Q: How long is Mother and Son?
The film runs 73 minutes. Its brevity is intentional β Sokurov crafted a tightly focused meditation on mortality and love that wastes no time but rewards patient viewing.
Q: What is Mother and Son about?
Mother and Son follows a son accompanying his dying mother through the Russian countryside. The film is a quiet, poetic exploration of love, acceptance, and the unspoken connection between two people facing the end of life.
Q: Is Mother and Son part of a series?
Sokurov conceived Mother and Son as the first volume of a trilogy examining human relationships. Father and Son (2003) followed, though the planned third installment, Two Brothers and a Sister, has never been made. Some critics also link Alexandra (2007) to this thematic series.
Q: Where can I watch Mother and Son?
Mother and Son is available on major OTT services. Check the "Where to Watch" widget on this page or visit Movie OTT to see current streaming options in your region.

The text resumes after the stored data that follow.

@numba.njit(**_JIT)
def imm_block(
    z: np.ndarray,  # (n,) measurements (scaled units), NaN when missing
    table: np.ndarray,  # (n,) int: row of the model tables for each step
    PHI: np.ndarray,  # (nt, r, 4, 4) transition of each model
    Q: np.ndarray,  # (nt, r, 4, 4) process noise of each model's prior
    QD: np.ndarray,  # (nt, r, 4, 4) process noise a floor model's gain is designed for
    PI: np.ndarray,  # (nt, r, r) mode transition probabilities, rows sum to 1
    R: float,  # measurement variance (scaled units²)
    gate2: float,  # squared gate for a suspect sample
    outlier_prob: float,  # prior probability ε that a sample is an outlier
    outlier_sd: float,  # spread of an outlier about the prediction (scaled units)
    outlier_tail: float,  # share of the outliers' Cauchy tail, in [0, 1)
    prune: np.ndarray,  # (r,) a model less probable than its entry passes nothing on
    #                     and is not shown
    tail: float,  # the least probable models, up to this total, are not shown either
    jump: int,  # index of the first jump model (the jump family is last), or -1
    jump_end: int,  # one past the last force-jump model: their taking over makes a
    #                 sample suspect; a kink model after them does not
    floor: np.ndarray,  # (r,) bool: models whose gain comes from QD (see the module notes)
    x: np.ndarray,  # (2 or 3, r, 4) posterior states: branch "used", branch "outlier",
    #                 and (if 3) the prediction before the last sample, for hindsight
    P: np.ndarray,  # (2 or 3, r, 4, 4) posterior covariances of the branches (as x)
    PD: np.ndarray,  # (2 or 3, r, 4, 4) design covariances of the floor models (as x)
    mu: np.ndarray,  # (2 or 3, r) mode probabilities of the branches (as x)
    pend: np.ndarray,  # (8,) samples held (0: none), their log density used and as
    #                    outliers, 1 while a change is confirmed under way; 1 when the
    #                    last sample's prediction is kept in slot 2 of x, P, PD, mu, and
    #                    that sample's log density used and as an outlier; the samples
    #                    since the held ones that both branches used, the decision waiting
    out_x: np.ndarray,  # (n, 4) combined state
    out_var: np.ndarray,  # (n, 4) combined variances (diagonal)
    out_y: np.ndarray,  # (n,) innovation of the combined prediction
    out_s: np.ndarray,  # (n,) variance of that innovation
    out_flag: np.ndarray,  # (n,) FLAG_OUT_* bits
    out_mu: np.ndarray,  # (n, r) mode probabilities
    out_ll: np.ndarray,  # (n,) log predictive density of the sample (0 when missing;
    #                      a suspect and the next sample share their joint density)
    log_x: np.ndarray,  # (n or 0, r, 4) per-model posterior states, for a smoother
    log_P: np.ndarray,  # (n or 0, r, 4, 4) per-model posterior covariances
) -> int:
    """Run the block; returns the number of samples judged outliers in it."""
    _check_structure(PHI)
    if pend.shape[0] != _PEND_SIZE:
        raise ValueError("imm_block: pend must hold 8 values")
    n = z.shape[0]
    r = mu.shape[1]
    keep_log = log_x.shape[0] > 0
    keep_before = x.shape[0] > 2  # a third slot: the prediction before the last sample
    if r > LANES:
        raise ValueError("imm_block: a bank has at most 32 models (LANES)")
    T = _packed_tables(PHI, Q, QD)
    # the branches in the kernel's layout (model index last), written back at the end
    B = _packed_state(x, P, PD)
    S = np.zeros(_SCRATCH)
    W = np.empty((r, r))
    lj = np.empty(r)
    lw = np.empty(r)
    ca = np.empty(r)
    cb = np.empty(r)
    keep = np.empty(r, np.int64)
    other_x = np.empty((1, 4))
    other_var = np.empty((1, 4))
    Ba, mua = B[0], mu[0]
    Bb, mub = B[1], mu[1]
    log_eps = math.log(outlier_prob)
    log_1m_eps = math.log1p(-outlier_prob)
    rejected = 0
    for k in range(n):
        it = table[k]
        zk = z[k]
        flag = 0
        pending = pend[0] != 0.0
        # the sample before was used, and its prediction kept for hindsight
        hindsight = keep_before and pend[4] != 0.0
        if keep_before:
            pend[4] = 0.0
        _interact_predict(T[it], PI[it], prune, floor, Ba, mua, S, W)
        if pending:
            _interact_predict(T[it], PI[it], prune, floor, Bb, mub, S, W)
        # prediction of the measurement (branch "used": the suspect is undecided)
        zhat, smix, jbest = _predicted(R, prune, Ba, mua)
        # the innovation and its variance under the most probable model: χ²(1) when
        # that model is right (the mixture's own variance includes the spread of the
        # improbable models and would make the NIS too small)
        out_y[k] = zk - Ba[jbest]
        out_s[k] = Ba[_PO + jbest] + R
        if math.isnan(zk):
            flag |= FLAG_OUT_UNUSED
            out_ll[k] = 0.0
            # nothing to decide a pending suspect with: weigh by the suspects alone
            held = int(pend[0])
            if pending and _resolve(log_1m_eps + pend[1], log_eps + pend[2], pend, floor, B, mu):
                rejected += held
                flag |= FLAG_OUT_REJECTED_BEFORE
        else:
            if pending:
                before = _logaddexp(log_1m_eps + pend[1], log_eps + pend[2])
                lmax, total = _weigh(zk, R, Ba, mua, lj)
                added = math.nan
                if pend[0] < _BURST_MAX and pend[7] == 0.0:
                    added = _burst_goes_on(
                        zk, R, gate2, log_1m_eps + pend[1] + lmax + math.log(total),
                        log_eps + pend[2], outlier_sd, outlier_tail, prune, Bb, mub, lw,
                    )  # fmt: skip
                if not math.isnan(added):
                    # both branches go on: "used" takes the sample, "outliers" holds it
                    # as the next of a burst; a sample that comes back decides
                    pend[1] += _apply(zk, R, floor, Ba, mua, lj, lmax, total, S)
                    pend[2] += added
                    pend[0] += 1.0
                    flag |= FLAG_OUT_SUSPECT
                    out_ll[k] = _logaddexp(log_1m_eps + pend[1], log_eps + pend[2]) - before
                else:
                    # weigh "suspects used" against "suspects outliers" by every sample
                    # since the first; their joint log density, less what the held rows
                    # entered, is this row's share of the likelihood
                    la = log_1m_eps + pend[1]
                    la += _apply(zk, R, floor, Ba, mua, lj, lmax, total, S)
                    lb = log_eps + pend[2] + _update(zk, R, floor, Bb, mub, lj, S)
                    out_ll[k] = _logaddexp(la, lb) - before
                    held = int(pend[0])
                    if pend[7] < _DEFER_MAX and _odds_open(la, lb):
                        # both branches have used this sample; the next one weighs in too
                        pend[1] = la - log_1m_eps
                        pend[2] = lb - log_eps
                        pend[7] += 1.0
                        flag |= FLAG_OUT_DEFERRED
                    elif _resolve(la, lb, pend, floor, B, mu):
                        rejected += held
                        flag |= FLAG_OUT_REJECTED_BEFORE
            else:
                lmax, total = _weigh(zk, R, Ba, mua, lj)
                so2 = outlier_sd * outlier_sd + smix
                # beyond the gate in noise σ: only there do the outlier's odds count
                # (on a held load almost no sample is, and the logarithms are spared)
                far = out_y[k] ** 2 > gate2 * R
                lout = _outlier_log_density(zk - zhat, so2, outlier_tail) if far else math.nan
                taken_back = False
                suspect = _suspect_weighed(
                    zk, R, gate2, jump, jump_end, Ba, jbest, lj, lmax + log_1m_eps, total,
                    log_eps + lout, far,
                )  # fmt: skip
                if suspect and not far:
                    lout = _outlier_log_density(zk - zhat, so2, outlier_tail)
                if suspect and hindsight:
                    # was the sample before this one the outlier? ("before": that sample
                    # left out, this one used, from the prediction kept before it)
                    _copy_branch(B[2], mu[2], Bb, mub)
                    _interact_predict(
                        T[it], PI[it], prune, floor, Bb, mub, S, W,
                    )  # fmt: skip
                    lmax2, total2 = _weigh(zk, R, Bb, mub, lw)
                    l_before = log_eps + pend[6] + lmax2 + math.log(total2)
                    l_both = log_1m_eps + pend[5] + lmax + math.log(total)
                    l_this = log_1m_eps + pend[5] + log_eps + lout
                    if l_before > _logaddexp(l_both, l_this):
                        # the likeliest reading: both samples used, merged by their odds
                        # (hard beyond 19 to 1, as a suspect's decision)
                        wb = _decided(1.0 / (1.0 + math.exp(l_both - l_before)))
                        _apply(zk, R, floor, Bb, mub, lw, lmax2, total2, S)
                        if wb < 1.0:
                            _apply(zk, R, floor, Ba, mua, lj, lmax, total, S)
                            _merge(1.0 - wb, floor, Ba, mua, Bb, mub)
                        else:
                            _copy_branch(Bb, mub, Ba, mua)
                        out_ll[k] = _logaddexp(l_before, l_both) - pend[5]
                        flag |= FLAG_OUT_REJECTED_BEFORE
                        rejected += 1
                        pend[3] = 0.0
                        taken_back = True
                        suspect = False
                if suspect:
                    # suspect: keep the prediction as the "outlier" branch, then update
                    _copy_branch(Ba, mua, Bb, mub)
                    pend[2] = lout
                    pend[1] = _apply(zk, R, floor, Ba, mua, lj, lmax, total, S)
                    pend[0] = 1.0
                    flag |= FLAG_OUT_SUSPECT
                    out_ll[k] = _logaddexp(log_1m_eps + pend[1], log_eps + pend[2])
                elif not taken_back:
                    kept = keep_before and far
                    if kept:
                        # far enough out to be a spike its prediction could not tell: keep
                        # that prediction, for the next sample to weigh it in hindsight
                        _copy_branch(Ba, mua, B[2], mu[2])
                        pend[4] = 1.0
                        pend[6] = lout
                    out_ll[k] = _apply(zk, R, floor, Ba, mua, lj, lmax, total, S)
                    if kept:
                        pend[5] = out_ll[k]  # its log density used
                    pend[3] = 0.0
        if pend[0] != 0.0:
            # a suspect row: both branches, weighed by what is known so far. When the
            # outlier is the likelier and no change is confirmed under way, the row shows
            # the estimate without the sample (an isolated outlier must not move it).
            # Either way its ±2σ reaches the other hypothesis (`_reach_other`).
            wa = 1.0 / (1.0 + math.exp(log_eps + pend[2] - log_1m_eps - pend[1]))
            shown_used = pend[3] != 0.0 or wa >= _SHOW_USED
            _combine(
                k, wa if shown_used else 0.0, Ba, mua, Bb, mub, prune, tail, ca, cb,
                keep, out_x, out_var,
            )  # fmt: skip
            _combine(
                0, 0.0 if shown_used else 1.0, Ba, mua, Bb, mub, prune, tail, ca, cb,
                keep, other_x, other_var,
            )  # fmt: skip
            _reach_other(k, out_x, out_var, other_x, other_var)
        else:
            _combine(k, 1.0, Ba, mua, Bb, mub, prune, tail, ca, cb, keep, out_x, out_var)
        if jump > 1:
            _add_lag(Ba, mua, jump, floor, k, out_var)
        out_flag[k] = flag
        for j in range(r):
            out_mu[k, j] = mua[j]
        if keep_log:
            for j in range(r):
                for a in range(4):
                    log_x[k, j, a] = Ba[a * LANES + j]
                    for b in range(4):
                        log_P[k, j, a, b] = Ba[_PO + _U[a, b] * LANES + j]
    _unpacked_state(B, x, P, PD)
    return rejected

Final Thoughts on Mother and Son
There's a reason Mother and Son matters, why it still gets written about, why festivals and retrospectives keep returning to it. It's not because it's flashy or entertaining in the conventional sense. It's because Sokurov understood something essential: cinema can be a language for the things we can't speak. A walk through fields. A hand on a shoulder. The way light changes. The way time stops and doesn't stop, all at once. If you're looking for a film that'll challenge you, move you, and stay with you long after the credits fade, this is it. Don't expect comfort. Expect truth.